Too little challenge means you succumb to boredom and apathy; too much challenge means you become overwhelmed. With the right challenge, something magical happens. Difficult challenges are easier to tackle, and motivational ones are easier to set.
Why challenge matters in retirement
A popular myth still exists that retirement is about rest, not effort, but I’ve yet to meet anyone who thrives in retirement without challenge. Why? The mind and body need it. We need it. The right personal or professional challenges satisfy our need for growth, meaning and purpose.
However, there’s a catch. Not all challenges are created equal. Some are too big, too soon. Others are so vague that they go nowhere. Some belong to someone else. Some are so wrapped in anxiety or guilt that they never start. The CHALLENGE stage exists to sort all of that out.
The Challenge Paradox
Here’s the paradox: the inability to make progress while recognising that progress is necessary. In Retire With IMPACT, the focus is on resolving this paradox by establishing an optimum level of challenge that makes progress possible. Otherwise, challenge becomes a force that keeps us stuck.
That’s why the CHALLENGE stage is a skillset, not a test. You’re not being asked to constantly “rise to the occasion.” You’re being asked to choose the right occasion and rise gradually, deliberately, sustainably and effectively.
Entry Points: Where the real work begins
Not all challenges need to be tackled head-on. Sometimes we enter through a side door, which I call Entry Points.
Here are a few examples:
- A daily walk that becomes a habit that becomes motivation to eat better
- A difficult conversation that leads to setting boundaries and building confidence
- A decision to stop people-pleasing that unlocks energy for a new project
No grand gestures here, simply ones that change the system because when one thing shifts, other things follow. Rather than obsess about the whole mountain and the distant summit, we focus on the piece of rock in front of us and climb steadily.
The challenge of good ideas
Another insight from this stage is that not all good ideas work. Many people in retirement have too many ideas, or their ideas feel exciting but fall flat in reality. The reason is that their strategy doesn’t match the challenge. Like flatpack furniture, just because you’ve got the parts doesn’t mean you’ll assemble them well. You need a strategy, what goes where, when, and how. That’s what the CHALLENGE stage provides, not more ideas, but better
implementation.
The Emotional Self is your compass
You’ve met the Emotional Self earlier in the Model. Here, it plays a crucial role. Your Emotional Self will tell you, sometimes loudly, whether a challenge is too much, too little, or just right.
Listen for these signals:
- Resistance and dread = challenge mismatch
- Excitement and nervousness = possible right-fit challenge
- Ongoing overwhelm = challenge overload
- Ongoing apathy = challenge underload
The skill of challenge
This isn’t just about having a challenge but learning how to challenge yourself well. That includes:
- Knowing your stage and situation
- Selecting strategic Entry Points
- Adjusting scale, speed, and structure
- Being willing to test, learn, and try again
Challenge is a great catalyst. When done right, it moves everything forward.

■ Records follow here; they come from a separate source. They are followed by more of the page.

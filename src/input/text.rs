//! Turning the bytes of a data file into text: UTF-8 with or without a byte-order mark, and
//! UTF-16 files (what some spreadsheets write as "Unicode text") when they start with a mark.
//! Anything else that is not valid UTF-8 is refused with the line and the byte where reading
//! stopped, rather than guessed at, so that no group name silently changes.

use crate::base::Error;

/// Decodes a data file's bytes; `name` is used in the message.
pub fn decode(bytes: &[u8], name: &str) -> Result<String, Error> {
    if let Some(rest) = bytes.strip_prefix(&[0xEF, 0xBB, 0xBF]) {
        return utf8(rest, name);
    }
    if let Some(rest) = bytes.strip_prefix(&[0xFF, 0xFE]) {
        return utf16(rest, name, u16::from_le_bytes);
    }
    if let Some(rest) = bytes.strip_prefix(&[0xFE, 0xFF]) {
        return utf16(rest, name, u16::from_be_bytes);
    }
    utf8(bytes, name)
}

fn utf8(bytes: &[u8], name: &str) -> Result<String, Error> {
    match std::str::from_utf8(bytes) {
        Ok(s) => Ok(s.to_string()),
        Err(e) => {
            let at = e.valid_up_to();
            let line = 1 + bytes[..at].iter().filter(|&&b| b == b'\n').count();
            Err(Error::data(format!(
                "\"{name}\" is not UTF-8 text: byte {} (on line {line}) is 0x{:02X}, which UTF-8 does not allow there. \
                 Save the file as UTF-8 (\"CSV UTF-8\" in a spreadsheet) and open it again.",
                at + 1,
                bytes[at]
            ))
            .at_line(line as u64))
        }
    }
}

fn utf16(bytes: &[u8], name: &str, unit: fn([u8; 2]) -> u16) -> Result<String, Error> {
    if bytes.len() % 2 != 0 {
        return Err(Error::data(format!(
            "\"{name}\" starts like UTF-16 text but has an odd number of bytes, so it was cut short. \
             Save it again, preferably as UTF-8."
        )));
    }
    let units = bytes.chunks_exact(2).map(|c| unit([c[0], c[1]]));
    let mut out = String::with_capacity(bytes.len() / 2);
    for (i, c) in char::decode_utf16(units).enumerate() {
        match c {
            Ok(c) => out.push(c),
            Err(_) => {
                let line = 1 + out.matches('\n').count();
                return Err(Error::data(format!(
                    "\"{name}\" is UTF-16 text with a broken character at position {} (line {line}). \
                     Save it again, preferably as UTF-8.",
                    i + 1
                ))
                .at_line(line as u64));
            }
        }
    }
    Ok(out)
}

/// A 64-bit fingerprint of a text (FNV-1a over its bytes): to tell cheaply whether a text is
/// the one seen before (not a check against tampering; links use SHA-256 for that).
pub fn fingerprint(text: &str) -> u64 {
    text.bytes().fold(0xcbf2_9ce4_8422_2325, |h, b| {
        (h ^ u64::from(b)).wrapping_mul(0x0000_0100_0000_01b3)
    })
}

#[cfg(test)]
mod tests {
    use super::*;

    // Byte-order marks and encodings as defined by the Unicode Standard, chapter 3 (UTF-8,
    // UTF-16LE/BE) and section 23.8 (U+FEFF as a byte-order mark).
    #[test]
    fn marks_and_encodings() {
        assert_eq!(decode(b"\xEF\xBB\xBFa,b\n", "f").unwrap(), "a,b\n");
        assert_eq!(decode("größe\n".as_bytes(), "f").unwrap(), "größe\n");
        let le: Vec<u8> = [0xFF, 0xFE]
            .into_iter()
            .chain("é,1\n".encode_utf16().flat_map(|u| u.to_le_bytes()))
            .collect();
        assert_eq!(decode(&le, "f").unwrap(), "é,1\n");
        let be: Vec<u8> = [0xFE, 0xFF]
            .into_iter()
            .chain("x\ny".encode_utf16().flat_map(|u| u.to_be_bytes()))
            .collect();
        assert_eq!(decode(&be, "f").unwrap(), "x\ny");
    }

    #[test]
    fn latin1_is_refused_with_its_place() {
        // "caf\xE9" is "café" in ISO-8859-1 / Windows-1252, not valid UTF-8.
        let e = decode(b"group,value\ncaf\xE9,1\n", "data.csv").unwrap_err();
        assert_eq!(e.line, Some(2));
        assert!(e.message.contains("byte 16"), "{}", e.message);
        assert!(e.message.contains("0xE9"), "{}", e.message);
        let odd = decode(&[0xFF, 0xFE, 0x41], "u.txt").unwrap_err();
        assert!(odd.message.contains("odd number"), "{}", odd.message);
        let lone = decode(&[0xFF, 0xFE, 0x00, 0xD8, 0x41, 0x00], "u.txt").unwrap_err();
        assert!(
            lone.message.contains("broken character"),
            "{}",
            lone.message
        );
    }
}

The right challenge is a bridge, not a block
If you’ve struggled to make changes in retirement, it’s rarely about willpower but about your relationship with challenge and that it has been your enemy. Consequently, people become stuck in cycles of blame. By making their peace with challenge and turning it into a friend, they surprise themselves and what they are capable of. And often, that one challenge, the right challenge, at the right time, in the right way, is all it takes to begin a transformation.